The CASA `measurespath`/`rundata` configuration values can be pointed at either a directory managed by casaconfig, or a `casa-data` repository local path. When `casaconfig` detects the path to be a directory structure managed by Git, `measure_auto_update` and `data_auto_update` will take no action as `casaconfig` is designed to only handle the directory structured initialized created by `casaconfig` itself.

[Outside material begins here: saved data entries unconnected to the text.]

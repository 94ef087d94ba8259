import Dexie from "dexie";
import { IDBFactory, IDBKeyRange } from "fake-indexeddb";
import { describe, expect, it } from "vitest";
import { z } from "zod/mini";
import { fieldPourSchema, fieldProjectSchema, pullAnswer, pullResponseSchema } from "@/lib/schemas/sync-response";
import { FieldDb } from "./db";
import { emptyPull } from "./test-support";

const PROJECT_ID = "0190a0b0-0000-7000-8000-0000000000aa";
const OTHER_PROJECT_ID = "0190a0b0-0000-7000-8000-0000000000ab";
const POUR_ID = "0190a0b0-0000-7000-8000-0000000000bb";
const OPEN_POUR_ID = "0190a0b0-0000-7000-8000-0000000000bc";
const OLD_POUR_ID = "0190a0b0-0000-7000-8000-0000000000bd";

/**
 * The database a tablet holds at version 5, as apps before the one MPa spelling made it: the
 * layout is written out here (not taken from db.ts), since it is what is on the tablets' disks.
 */
function versionFiveDb(name: string, factory: IDBFactory): Dexie {
  const old = new Dexie(name, { indexedDB: factory, IDBKeyRange });
  old.version(1).stores({
    meta: "key",
    projects: "id",
    pours: "id, projectId",
    tendons: "id, pourId, [pourId+tag]",
    strandLots: "id, projectId",
    equipmentSets: "id, projectId",
    calibrations: "id, equipmentSetId, projectId",
    records: "id, tendonId, chainId, pourId, syncState",
    evaluations: "id, tendonId",
    flags: "id, tendonId",
    outbox: "++seq, &opId, recordId, state, authorUserId",
    photos: "id, recordId, state",
  });
  old.version(2).stores({ tailCuts: "tendonId, id, pourId" });
  old.version(3).stores({ liftoffChecks: "id, tendonId, pourId", notices: "id, pourId, arrivedAt" });
  old.version(5).stores({ detensions: "id, tendonId, pourId" });
  return old;
}

/** Every table with its key and indexes, as Dexie reads them from the open database. */
const layout = (db: Dexie) =>
  db.tables.map((t) => `${t.name}: ${[t.schema.primKey.src, ...t.schema.indexes.map((i) => i.src)].join(", ")}`).sort();

const oldProject = (id: string, requiredConcreteMpa: number | null) => ({
  id,
  code: "T1",
  name: "Test project",
  unitSystem: "si",
  readingResolution: "1mm",
  tolerancePct: 7,
  shortTendonFloorMm: null,
  comparisonBasis: "net",
  countJackGrip: true,
  frictionMu: 0.07,
  wobblePerM: 0.0014,
  anchorSetMm: 6,
  blindEntry: false,
  requiredConcreteMpa,
});

const oldPour = (id: string, extra: Record<string, unknown>) => ({
  id,
  projectId: PROJECT_ID,
  name: `Pour ${id.slice(-2)}`,
  level: null,
  plannedStressingDate: null,
  status: "stressing",
  release: null,
  reopened: null,
  downloadedAt: "2026-12-02T07:00:00.000Z",
  cursor: "100",
  ...extra,
});

describe("tablet database version 6", () => {
  it("renames the concrete strengths of the project and pour rows a version-5 tablet holds", async () => {
    const factory = new IDBFactory();
    const name = `field-${crypto.randomUUID()}`;
    const old = versionFiveDb(name, factory);
    await old.open();
    expect(old.verno).toBe(5);
    await old.table("projects").bulkPut([oldProject(PROJECT_ID, 28), oldProject(OTHER_PROJECT_ID, null)]);
    await old.table("pours").bulkPut([
      oldPour(POUR_ID, { concreteStrengthMpa: 31.5 }),
      oldPour(OPEN_POUR_ID, { concreteStrengthMpa: null }),
      // Pulled from a server older than the concrete gate: the field was never there.
      oldPour(OLD_POUR_ID, {}),
    ]);
    await old.table("outbox").add({ opId: "op-1", kind: "create", recordId: "r-1", state: "pending" });
    const oldLayout = layout(old);
    old.close();

    const db = new FieldDb(name, { indexedDB: factory, IDBKeyRange });
    await db.open();
    expect(db.verno).toBe(6);

    const projects = new Map((await db.projects.toArray()).map((p) => [p.id, p]));
    expect(projects.get(PROJECT_ID)).toMatchObject({ requiredConcreteMPa: 28, name: "Test project" });
    expect(projects.get(OTHER_PROJECT_ID)).toMatchObject({ requiredConcreteMPa: null });
    for (const p of projects.values()) expect(p).not.toHaveProperty("requiredConcreteMpa");

    const pours = new Map((await db.pours.toArray()).map((p) => [p.id, p]));
    expect(pours.get(POUR_ID)).toMatchObject({ concreteStrengthMPa: 31.5, cursor: "100" });
    expect(pours.get(OPEN_POUR_ID)).toMatchObject({ concreteStrengthMPa: null });
    // Absent stays absent: the tablet still knows it never pulled the gate for that pour.
    expect(pours.get(OLD_POUR_ID)).not.toHaveProperty("concreteStrengthMPa");
    for (const p of pours.values()) expect(p).not.toHaveProperty("concreteStrengthMpa");

    // Nothing else changes: the same tables and indexes, and the rows of other tables kept.
    expect(layout(db)).toEqual(oldLayout);
    expect(await db.outbox.where("opId").equals("op-1").count()).toBe(1);
    expect(await db.pours.where("projectId").equals(PROJECT_ID).count()).toBe(3);
    db.close();
  });

  it("opens a new tablet at version 6 with the layout version 5 had", async () => {
    const factory = new IDBFactory();
    const old = versionFiveDb(`field-${crypto.randomUUID()}`, factory);
    await old.open();
    const fresh = new FieldDb(`field-${crypto.randomUUID()}`, { indexedDB: factory, IDBKeyRange });
    await fresh.open();
    expect(fresh.verno).toBe(6);
    expect(layout(fresh)).toEqual(layout(old));
    old.close();
    fresh.close();
  });

  it("lets an app cached before the rename keep the gate from a new server's answer until version 6 renames it", async () => {
    const sent = pullAnswer(
      emptyPull("200", {
        // Parsing drops the fixture's old name: the server's rows carry the new one only.
        projects: [fieldProjectSchema.parse({ ...oldProject(PROJECT_ID, null), requiredConcreteMPa: 28 })],
        pours: [fieldPourSchema.parse({ ...oldPour(POUR_ID, {}), concreteStrengthMPa: 31.5 })],
      }),
    );
    // The old app's contract: the same fields under the old names; unknown keys are dropped on parse.
    const oldAppPull = z.object({
      projects: z.array(
        z.extend(z.omit(fieldProjectSchema, { requiredConcreteMPa: true }), {
          requiredConcreteMpa: z.optional(z.nullable(z.number())),
        }),
      ),
      pours: z.array(
        z.extend(z.omit(fieldPourSchema, { concreteStrengthMPa: true }), {
          concreteStrengthMpa: z.optional(z.nullable(z.number())),
        }),
      ),
    });
    const read = oldAppPull.parse(JSON.parse(JSON.stringify(sent)));
    expect(read.projects[0]?.requiredConcreteMpa).toBe(28);
    expect(read.pours[0]?.concreteStrengthMpa).toBe(31.5);

    const factory = new IDBFactory();
    const name = `field-${crypto.randomUUID()}`;
    const old = versionFiveDb(name, factory);
    await old.table("projects").bulkPut(read.projects);
    await old
      .table("pours")
      .bulkPut(read.pours.map((p) => ({ ...p, downloadedAt: "2026-12-02T07:00:00.000Z", cursor: "200" })));
    old.close();

    const db = new FieldDb(name, { indexedDB: factory, IDBKeyRange });
    expect((await db.projects.get(PROJECT_ID))?.requiredConcreteMPa).toBe(28);
    expect((await db.pours.get(POUR_ID))?.concreteStrengthMPa).toBe(31.5);
    db.close();

    // The current app reads the new names from the same answer and drops the old ones.
    const current = pullResponseSchema.parse(JSON.parse(JSON.stringify(sent)));
    expect(current.projects[0]).not.toHaveProperty("requiredConcreteMpa");
    expect(current.projects[0]?.requiredConcreteMPa).toBe(28);
  });
});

For testing cases where a specific casa-data is needed, because `casaconfig` currently doesn't offer the capability of rollback to a specific casa-data version, we would still rely on the Git version control of `casa-data` repo to achieve version management. Therefore, it's preferred that `measurespath` or `rundata` is set to a `casa-data` git repository for that instance. However, versions of certain data (e.g. geodetic measures) in such setup might be occasionally behind those offered from the `casaconfig` "auto-update" mechanism because the late can fetch data directly from an external provider (e.g. ASTRO FTP server).